IDENTITY: WHO AM I
All throughout life, we are asked the same questions over and over, “Who am I?” Sometimes we are able to figure out who we are, the person that we want to be, and are content with that person. Unfortunately, life isn’t always that easy and our identity is always being challenged. There are obstacles we all face on the journey to figuring out our own personal identity. We re-invent ourselves over and over trying to overcome those obstacles, always changing, always altering who we are. One of the largest obstacles one faces on this journey to figuring out our true identity is the need to impress others, whether it is our peers, our parents and teachers, or even oneself.

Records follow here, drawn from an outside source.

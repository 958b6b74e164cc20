namespace CopyNumber.Kinetics;

/// <summary>
/// The shape of a reaction's propensity, chosen at compile time so the hot loop needs no pow and no
/// delegate call for the common mass-action cases.
/// </summary>
public enum PropensityForm : byte
{
    /// <summary><c>0 -> ...</c>: a = c.</summary>
    Constant,
    /// <summary><c>A -> ...</c>: a = c·x_A.</summary>
    Unimolecular,
    /// <summary><c>A + B -> ...</c>: a = c·x_A·x_B.</summary>
    Bimolecular,
    /// <summary><c>2 A -> ...</c>: a = c·x_A·(x_A − 1).</summary>
    Homodimer,
    /// <summary>Any other mass-action reactant list: a = c·∏ ff(x_i, ν_i).</summary>
    GeneralMassAction,
    /// <summary>A <c>rate</c> law, evaluated through its compiled delegate.</summary>
    RateLaw,
}
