impl Search<'_> {
    /// Does the design meet the target in `year`, judged on every weather year (exact,
    /// stopping as soon as the answer is certain)?
    fn passes(&mut self, d: &Design, year: u32) -> bool {
        let key = (
            d.tank_m3.to_bits(),
            d.array_w.to_bits(),
            d.units.clone(),
            year,
        );
        if let Some(v) = self.verdicts.get(&key) {
            return *v;
        }
        self.evaluated += 1;
        let points = self.year_points.entry(d.units.clone()).or_default();
        let m = self.m;
        let n = m.weather_years_for(d);
        if points.len() < n {
            points.resize(n, Vec::new());
        }
        let mut new_points: Vec<(usize, bool)> = Vec::new();
        let v = {
            let points = &*points;
            ensemble_passes_with(
                m,
                d,
                year,
                &self.order,
                |w| infer_year(&points[w], d.array_w, d.tank_m3, year, self.demand_grows),
                |w, ok| new_points.push((w, ok)),
            )
        };
        for (w, ok) in new_points {
            points[w].push((d.array_w, d.tank_m3, year, ok));
        }
        self.verdicts.insert(key, v);
        v
    }

    /// As [`Self::passes`] but from simulated years only (no verdict inferred from other
    /// designs): used to confirm the answer.
    fn passes_exact(&mut self, d: &Design, year: u32) -> bool {
        ensemble_passes(self.m, d, year, &self.order)
    }

    /// Smallest tank index that passes, by bisection, knowing that every tank below `lo`
    /// fails and that `hi` passes (`None`: not known; when even the largest tank fails there
    /// is no answer). Shortfall is assumed non-increasing in tank size. `worth(i)` says
    /// whether a design of this array with tank index `i` or larger could still be kept
    /// (its cost lower bound beats what was found); once the bracket's lower end is not
    /// worth it the bisection stops there ([`TankIn::Pruned`]).
    fn tank_in(
        &mut self,
        units: &[u32],
        array_w: f64,
        lo: usize,
        hi: Option<usize>,
        top_first: bool,
        worth: &dyn Fn(usize) -> bool,
    ) -> TankIn {
        let d = |t: f64| Design {
            tank_m3: t,
            units: units.to_vec(),
            array_w,
        };
        let top = self.tanks.len() - 1;
        if !worth(lo.min(top)) {
            return TankIn::Pruned(lo.min(top));
        }
        let verified = hi.is_some() || top_first;
        let known_hi = hi;
        let mut hi = hi.unwrap_or(top);
        let mut lo = lo.min(hi);
        // The smallest tank of the bracket first: it passes often when the tank hardly changes
        // between neighbouring arrays, and a check that fails there fails early in the year.
        if lo < hi {
            if self.passes(&d(self.tanks[lo]), self.horizon) {
                return TankIn::At(lo);
            }
            lo += 1;
        }
        // With `hi` unknown the largest tank is checked before the bisection (`top_first`: one
        // check tells an array that cannot meet the target at all), or the bisection runs as if
        // it passed and checks it only if the answer comes out there (one check fewer when it
        // does not).
        if known_hi.is_none() && top_first && !self.passes(&d(self.tanks[top]), self.horizon) {
            return TankIn::Fails;
        }
        // invariant: every tank below lo fails, hi passes (or is the unchecked largest tank)
        while lo < hi {
            if !worth(lo) {
                return TankIn::Pruned(lo);
            }
            // Split at the lower quarter, not the middle: a check that passes runs every
            // weather year it needs to the end of the year, one that fails stops each failing
            // year early, so passes cost several times more and fewer of them pay (of a half,
            // a third, a quarter and a sixth, a quarter used the fewest year-simulations on
            // the samples and 48 varied copies of them).
            let mid = lo + (hi - lo) / 4;
            if self.passes(&d(self.tanks[mid]), self.horizon) {
                hi = mid;
            } else {
                lo = mid + 1;
            }
        }
        if hi == top && !verified {
            if !worth(top) {
                return TankIn::Pruned(top);
            }
            if !self.passes(&d(self.tanks[top]), self.horizon) {
                return TankIn::Fails;
            }
        }
        TankIn::At(hi)
    }
}

/// The point at which a year has surely missed the target.
fn year_abort(m: &Model, year: u32, sc: &Scenario) -> Abort {
    let t = &m.scheme.targets;
    Abort {
        max_shortfall_hours: t.max_shortfall_hours_per_year.unwrap_or(f64::INFINITY),
        max_unmet_m3: t.min_demand_met_fraction.map_or(f64::INFINITY, |f| {
            (1.0 - f) * m.annual_demand_m3(year, sc) + 1e-9
        }),
    }
}

/// Exact ensemble check: true when no more weather years miss the target than the judged
/// percentile allows. Years run in `order`; the check stops once the answer is certain.
pub fn ensemble_passes(m: &Model, d: &Design, year: u32, order: &[usize]) -> bool {
    ensemble_passes_with(m, d, year, order, |_| None, |_, _| {})
}

/// As [`ensemble_passes`], taking the verdict of a weather year from `known` where it gives
/// one (no simulation), and telling `ran` the verdict of every year it simulated.
fn ensemble_passes_with(
    m: &Model,
    d: &Design,
    year: u32,
    order: &[usize],
    known: impl Fn(usize) -> Option<bool>,
    mut ran: impl FnMut(usize, bool),
) -> bool {
    use rayon::prelude::*;
    let s = &m.scheme;
    let sc = Scenario::default();
    let n = m.weather_years_for(d);
    let allowed = years_allowed_to_fail(s.targets.judged_on, n);
    let abort = year_abort(m, year, &sc);
    let years: Vec<usize> = order.iter().copied().filter(|w| *w < n).take(n).collect();
    let (mut fails, mut done) = (0usize, 0usize);
    // the answer is certain once too many years have failed or too few are left to matter
    let settled = |fails: usize, done: usize| -> Option<bool> {
        if fails > allowed {
            Some(false)
        } else if fails + (n - done) <= allowed {
            Some(true)
        } else {
            None
        }
    };
    // Years that must be simulated run a fixed number at a time, in parallel: the same years
    // run on every machine, so the answer and the count of year-simulations do not depend on
    // the core count.
    let mut pending: Vec<usize> = Vec::with_capacity(ENSEMBLE_CHUNK);
    let mut i = 0;
    loop {
        while pending.len() < ENSEMBLE_CHUNK && i < years.len() {
            let w = years[i];
            i += 1;
            match known(w) {
                Some(ok) => {
                    fails += usize::from(!ok);
                    done += 1;
                    if let Some(v) = settled(fails, done) {
                        return v;
                    }
                }
                None => pending.push(w),
            }
        }
        if pending.is_empty() {
            return settled(fails, done).unwrap_or(true);
        }
        let verdicts: Vec<bool> = pending
            .par_iter()
            .map(|w| m.year_passes(d, year, *w, &sc, abort))
            .collect();
        for (w, ok) in pending.drain(..).zip(verdicts) {
            ran(w, ok);
            fails += usize::from(!ok);
            done += 1;
        }
        if let Some(v) = settled(fails, done) {
            return v;
        }
    }
}

/// Weather years judged at a time in an ensemble check.
const ENSEMBLE_CHUNK: usize = 2;

/// Confirms a design: steps the tank up until it passes, then down while the next smaller tank
/// passes too (neither moves when shortfall is monotone in tank size, as assumed). Returns the
/// design (None when even the largest tank fails), the next smaller tank (which fails), and
/// whether a step was needed.
fn confirm(search: &mut Search, mut d: Design) -> (Option<Design>, Option<f64>, bool) {
    let tanks = search.tanks.clone();
    let top = tanks.len() - 1;
    let h = search.horizon;
    let mut idx = tanks.iter().position(|t| *t == d.tank_m3).unwrap_or(0);
    let mut stepped = false;
    while !search.passes_exact(&d, h) {
        if idx == top {
            return (None, None, stepped);
        }
        idx += 1;
        d.tank_m3 = tanks[idx];
        stepped = true;
    }
    while idx > 0 {
        let smaller = Design {
            tank_m3: tanks[idx - 1],
            ..d.clone()
        };
        if !search.passes_exact(&smaller, h) {
            break;
        }
        idx -= 1;
        d = smaller;
    }
    (Some(d), (idx > 0).then(|| tanks[idx - 1]), stepped)
}

/// The smallest tank larger than `d`'s, among the candidates, with which the design passes
/// every rule it can change (None when even the largest fails). The rules it is used for
/// (see [`crate::rules::measure::Quantity::larger_tank_helps`]) improve with the tank, so
/// the largest is judged first and the rest by bisection.
fn larger_tank_passing(search: &mut Search, d: &Design, rules: &RuleSet) -> Option<Design> {
    let s = &search.m.scheme;
    let tanks = search.tanks.clone();
    let at = |i: usize| Design {
        tank_m3: tanks[i],
        ..d.clone()
    };
    let start = tanks.iter().position(|t| *t > d.tank_m3)?;
    let ok = |search: &mut Search, i: usize| {
        let r = report_at_ends(search, &at(i));
        blocking_rules(&judge(s, &r, rules), rules).is_empty()
    };
    let (mut lo, mut hi) = (start, tanks.len() - 1);
    if !ok(search, hi) {
        return None;
    }
    while lo < hi {
        let mid = lo + (hi - lo) / 2;
        if ok(search, mid) {
            hi = mid;
        } else {
            lo = mid + 1;
        }
    }
    Some(at(hi))
}

/// Operation figures of a design in a year, from its judged weather year (or the only one).
fn operation(m: &Model, d: &Design, year: u32, weather: usize, sc: &Scenario) -> Operation {
    let r = m.run_year_with(d, year, weather, false, sc);
    Operation {
        fuel_l: r.annual.generator_fuel_l,
        grid_kwh: r.annual.grid_energy_kwh,
        generator_run_hours: if r.annual.generator_energy_kwh > 0.0 {
            r.annual.pump_run_hours
        } else {
            0.0
        },
        delivered_m3: r.annual.delivered_m3,
    }
}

As early as pre-school, our identities begin to be challenged. We worry about if we are good enough to impress the little girl next to us; we worry if she will like us enough to share her Barbies with us. In her essay “How to Tame a Wild Tongue”, Gloria Anzaldua states, “In childhood we are told that our language is wrong. Repeated attacks on our native tongue diminish our sense of self” (81). In this instance, Anzaldua is talking about her native tongue of Spanish. When a young child in a group speaks in a different language than then the other children in that group speak, that child can be made fun of and mocked for speaking a different language. This can happen because the young mockers don’t understand the different language, coming to the conclusion that it sounds funny. Not only is the language we use one obstacle in impressing our peers to discover our identity, but there is also the way we talk, like having a lisp or a stutter. After being teased over and over for these physical impairments, a child who used to love to talk and be outspoken, may become quiet and reserved for fear of receiving more ridicule. They can completely change the identity they were forming into an identity of a child who is more reserved and quiet, just to get away from the taunting of others.
As we get older the more critical the challenge of discovering our identity becomes. In junior high and high school, we begin to adapt a different identity all together, just to be accepted by the popular crowd. In Emily White’s essay “High School’s Secret Life” she points out, “They all imitate one another because the imitation speaks of their power. In this context conformity is not a cop-out but a way of broadcasting the fact that your aren’t a weirdo, that you are speaking in the signs of the chosen ones” (18). We change who we are so that the “cool” kids will acknowledge us, talk to us; bring us into their special society so that we belong to that society, no longer being the outcasts. Our true identity is forgotten and replaced by a fake identity that isn’t ours at all.
Another obstacle that many face in developing their own identity is the need to impress their authority figures, like their parents or teachers. Young children look up to their parents as knowing everything and they want to do everything they can to make them proud of them. As these children age, the fight for who they are and what their parents want them to be becomes harder and harder to fight. In the essay “The Overachievers”, Alexandra Robbins tells that, “Never mind if the students don’t care about the prestige levels of their post-high school tracks; never mind if college is not for them. Sometimes from as early as their toddler years, millions of students are raised to believe that there is nothing more than important success, and nothing that reflects that success more than admittance to a top-tier college”(250-51). Students get this idea in their head that if they do not go to college, they won’t amount to anything important. This will that student who wants to be a writer force herself to go to school and become a doctor, because her parents think it is the better and more successful choice. They become someone they wouldn’t choose for themselves, just to fit the mold for success their parents and teachers have set up. They sacrifice their dreams, their desires, and their own self-identity for someone else’s dreams and desires.
While we struggle with these obstacles always challenging us to be someone we aren’t, someone’s own self can be an obstacle in the unfolding of their identity. Discovering who they are and not letting the different fears and influences change who exists is an internal battle that we all struggle with as years go by. During Halloween one year, Lucy Grealy, author of the essay “Masks”, talked about when she wore a Halloween mask to hide her scar on her face. "I breathed in the plastic tainted air behind the mask and thought that I was breathing in normalcy, that this freedom and ease were what the world consisted of, that other people felt it all the time"(71). Her desire to feel normal kept her wearing a mask of what she really was. She hid from the world what she really looked like, because she didn’t feel normal on the outside. Even though on the inside someone can have the same fears, same thoughts, same everyday likes and dislikes as everyone else around them, their outside appearance can hinder them from bringing out what their true identity inside is.
From the time we are born, we are in charge of discovering what our identity is. Even though society tells us to stand above the crowd and walk to the beat of our own drums, society also creates stereotypes and ideals of who the perfect person is. Sometimes we succumb to those stereotypes and turn our identity into a model that will fit societies’ mold. However, if we cling to the person we know we are, we can build on the ambition of who we are, fight against the stereotypes, all while preserving who our identity is.